* **Task directions**: Output the entries below exactly, from the first line to the line holding "if (!(hi > lo)) return [lo];", both included.

Data excerpts section start

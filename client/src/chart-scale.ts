/*
 * Scales and ticks of the client's charts (sn-plot's diagrams along z, sn-dynamics-chart's x–y charts):
 * pure, tested in tests/client/dynamics.test.ts.
 */

/** A linear map from [d0, d1] onto [r0, r1] (a degenerate domain maps to r0). */
export function linearScale(d0: number, d1: number, r0: number, r1: number): (x: number) => number {
  const span = d1 - d0;
  return span === 0 ? () => r0 : (x) => r0 + ((x - d0) / span) * (r1 - r0);
}

/** Round tick values covering [lo, hi] (1, 2, 2.5, 5 × a power of ten), about `count` steps. */
export function niceTicks(lo: number, hi: number, count = 5): number[] {
  if (!(hi > lo)) return [lo];
  const raw = (hi - lo) / count;
  const p = Math.pow(10, Math.floor(Math.log10(raw)));
  const step = [1, 2, 2.5, 5, 10].map((k) => k * p).find((s) => s >= raw) ?? 10 * p;
  const out: number[] = [];
  for (let v = Math.ceil(lo / step - 1e-9) * step; v <= hi + step * 1e-9; v += step) out.push(Math.abs(v) < step * 1e-9 ? 0 : v);
  return out;
}
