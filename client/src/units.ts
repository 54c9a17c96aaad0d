/**
 * The client's units: what an input's text means and what it shows. Display
 * unit systems, conversions and number formatting are the presentation
 * module's (shared-types/present.ts, shared with the command line), re-exported
 * here; this file adds reading and writing the editor's inputs.
 *
 * An input typed as a plain number is read in the system's display unit; an
 * input typed with its own unit ("2 in") is kept as typed, whatever the system.
 */
import { type QuantityKind, isProblem, readQuantity } from '../../shared-types/quantity.js';
import { type FieldKind, type UnitSystem, displayUnit, formatNumber, toDisplay } from '../../shared-types/present.js';

export {
  type FieldKind,
  type UnitSystem,
  DISPLAY_UNITS,
  UNIT_SYSTEMS,
  UNIT_SYSTEM_LABELS,
  displayUnit,
  formatNumber,
  formatQuantity,
  formatValue,
  fromDisplay,
  isUnitSystem,
  prettyUnit,
  toDisplay,
} from '../../shared-types/present.js';

/** The quantity kind of the format that an input of a field kind is read as (results-only kinds have none). */
export function quantityKindOf(kind: FieldKind): QuantityKind {
  if (kind === 'modulus') return 'stress';
  if (kind === 'force' || kind === 'torsionConstant' || kind === 'torsionalRigidity' || kind === 'torsionalStiffness') {
    throw new Error(`${kind} is a result, not an input`);
  }
  return kind;
}

/** Reads a stored quantity (number in SI or "<n> <unit>") into SI, or null when it cannot be read. */
export function storedToSI(stored: unknown, kind: FieldKind): number | null {
  if (stored === undefined || stored === null || stored === '') return null;
  const r = readQuantity(stored, quantityKindOf(kind));
  return isProblem(r) ? null : r;
}

/**
 * The text an input shows for a stored quantity: the value in the system's
 * display unit when it can be read, the raw text when it cannot (so the user
 * sees and can fix what they typed), '' when absent.
 */
export function inputText(stored: unknown, kind: FieldKind, system: UnitSystem): string {
  if (stored === undefined || stored === null) return '';
  const si = storedToSI(stored, kind);
  if (si === null) return String(stored);
  return formatNumber(toDisplay(si, kind, system), 6);
}

/** What an input's text becomes in the model, or why it cannot. */
export interface ParsedInput {
  /** The value to store; undefined removes an optional field. */
  readonly value: string | number | undefined;
  /** A message when the text is not a quantity of this kind (the raw text is still stored, so the server names the field too). */
  readonly problem?: string;
}

const PLAIN_NUMBER = /^[+-]?(?:\d+(?:\.\d*)?|\.\d+)(?:[eE][+-]?\d+)?$/;

/**
 * Turns what a user typed into a stored quantity. A plain number is in the
 * display unit of the system ("41" in SI length → "41 mm"); a number with a
 * unit is kept as typed ("2 in"); empty text removes the field.
 */
export function parseInput(text: string, kind: FieldKind, system: UnitSystem): ParsedInput {
  const t = text.trim().replace(/\u2212/g, '-');
  if (t === '') return { value: undefined };
  if (PLAIN_NUMBER.test(t)) {
    const n = Number(t);
    if (!Number.isFinite(n)) return { value: t, problem: `"${t}" is not a finite number` };
    return { value: `${t} ${displayUnit(kind, system)}` };
  }
  const r = readQuantity(t, quantityKindOf(kind));
  if (isProblem(r)) return { value: t, problem: r.message };
  return { value: t };
}

/** Reads a plain number field (Poisson's ratio, teeth); undefined when empty. */
export function parsePlainNumber(text: string, integer: boolean): ParsedInput {
  const t = text.trim().replace(/\u2212/g, '-');
  if (t === '') return { value: undefined };
  if (!PLAIN_NUMBER.test(t)) return { value: t, problem: `"${t}" is not a number` };
  const n = Number(t);
  if (integer && !Number.isInteger(n)) return { value: t, problem: `"${t}" is not a whole number` };
  return { value: n };
}
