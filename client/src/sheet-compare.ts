/**
 * What the compare views say: a comparison (shared-types/compare.ts, as the API answers it) as rows
 * of text for the two tables, inputs and results, in the user's unit system. Pure, tested in
 * tests/client/compare.test.ts.
 */
import type { InputChange, ResultChange } from '../../shared-types/compare.js';
import { type FieldKind, type UnitSystem, displayUnit, formatNumber, prettyUnit, toDisplay } from '../../shared-types/present.js';

/** One row of the inputs table. */
export interface InputRow {
  readonly change: InputChange['change'];
  /** "torques T", "sections d40", "model". */
  readonly item: string;
  readonly field: string;
  readonly from: string;
  readonly to: string;
}

/** One row of the results table. */
export interface ResultRow {
  readonly what: string;
  readonly item: string;
  /** The display unit ("N·m", "MPa"), "" for a ratio. */
  readonly unit: string;
  readonly from: string;
  readonly to: string;
  readonly delta: string;
  /** "+14.3 %", "—". */
  readonly relative: string;
}

/** A value as typed: strings as they are, numbers plainly, items as compact JSON; "—" when absent. */
export function typedText(v: unknown): string {
  if (v === null || v === undefined) return '—';
  if (typeof v === 'string') return v;
  if (typeof v === 'number' || typeof v === 'boolean') return String(v);
  return JSON.stringify(v);
}

export function inputRows(changes: readonly InputChange[]): InputRow[] {
  return changes.map((c) => ({
    change: c.change,
    item: c.list === 'model' ? 'model' : `${c.list} ${c.item}`,
    field: c.field || '(whole item)',
    from: typedText(c.from),
    to: typedText(c.to),
  }));
}

const WORDS: Readonly<Record<string, string>> = {
  reaction: 'Reaction',
  peakTorque: 'Peak torque',
  peakShear: 'Peak shear stress',
  utilisation: 'Utilisation',
  twist: 'Twist',
  totalTwist: 'Total twist',
  meshForce: 'Mesh force',
  couplingTorque: 'Coupling torque',
  firstYieldFactor: 'First yield factor',
  collapseFactor: 'Collapse factor',
  frequency: 'Natural frequency',
};

const KINDS: Readonly<Record<string, FieldKind | undefined>> = { 'N·m': 'torque', N: 'force', Pa: 'stress', rad: 'angle' };

export function resultRows(changes: readonly ResultChange[], system: UnitSystem): ResultRow[] {
  return changes.map((c) => {
    const kind = KINDS[c.unit];
    const show = (x: number | null) => (x === null ? '—' : formatNumber(kind ? toDisplay(x, kind, system) : x));
    const unit = kind ? prettyUnit(displayUnit(kind, system)) : c.unit === '1' ? '' : c.unit;
    return {
      what: WORDS[c.quantity] ?? c.quantity,
      item: c.item,
      unit,
      from: show(c.from),
      to: show(c.to),
      delta: c.delta === null ? '—' : (c.delta > 0 ? '+' : '') + show(c.delta),
      relative: c.relative === null ? '—' : `${c.relative > 0 ? '+' : ''}${formatNumber(c.relative * 100, 3)} %`,
    };
  });
}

Data excerpts section end

* **Solution**:
filename client/src/chart-scale.ts
/*
 * Scales and ticks of the client's charts (sn-plot's diagrams along z, sn-dynamics-chart's x–y charts):
 * pure, tested in tests/client/dynamics.test.ts.
 */

/** A linear map from [d0, d1] onto [r0, r1] (a degenerate domain maps to r0). */
export function linearScale(d0: number, d1: number, r0: number, r1: number): (x: number) => number {
  const span = d1 - d0;
  return span === 0 ? () => r0 : (x) => r0 + ((x - d0) / span) * (r1 - r0);
}

/** Round tick values covering [lo, hi] (1, 2, 2.5, 5 × a power of ten), about `count` steps. */
export function niceTicks(lo: number, hi: number, count = 5): number[] {
  if (!(hi > lo)) return [lo];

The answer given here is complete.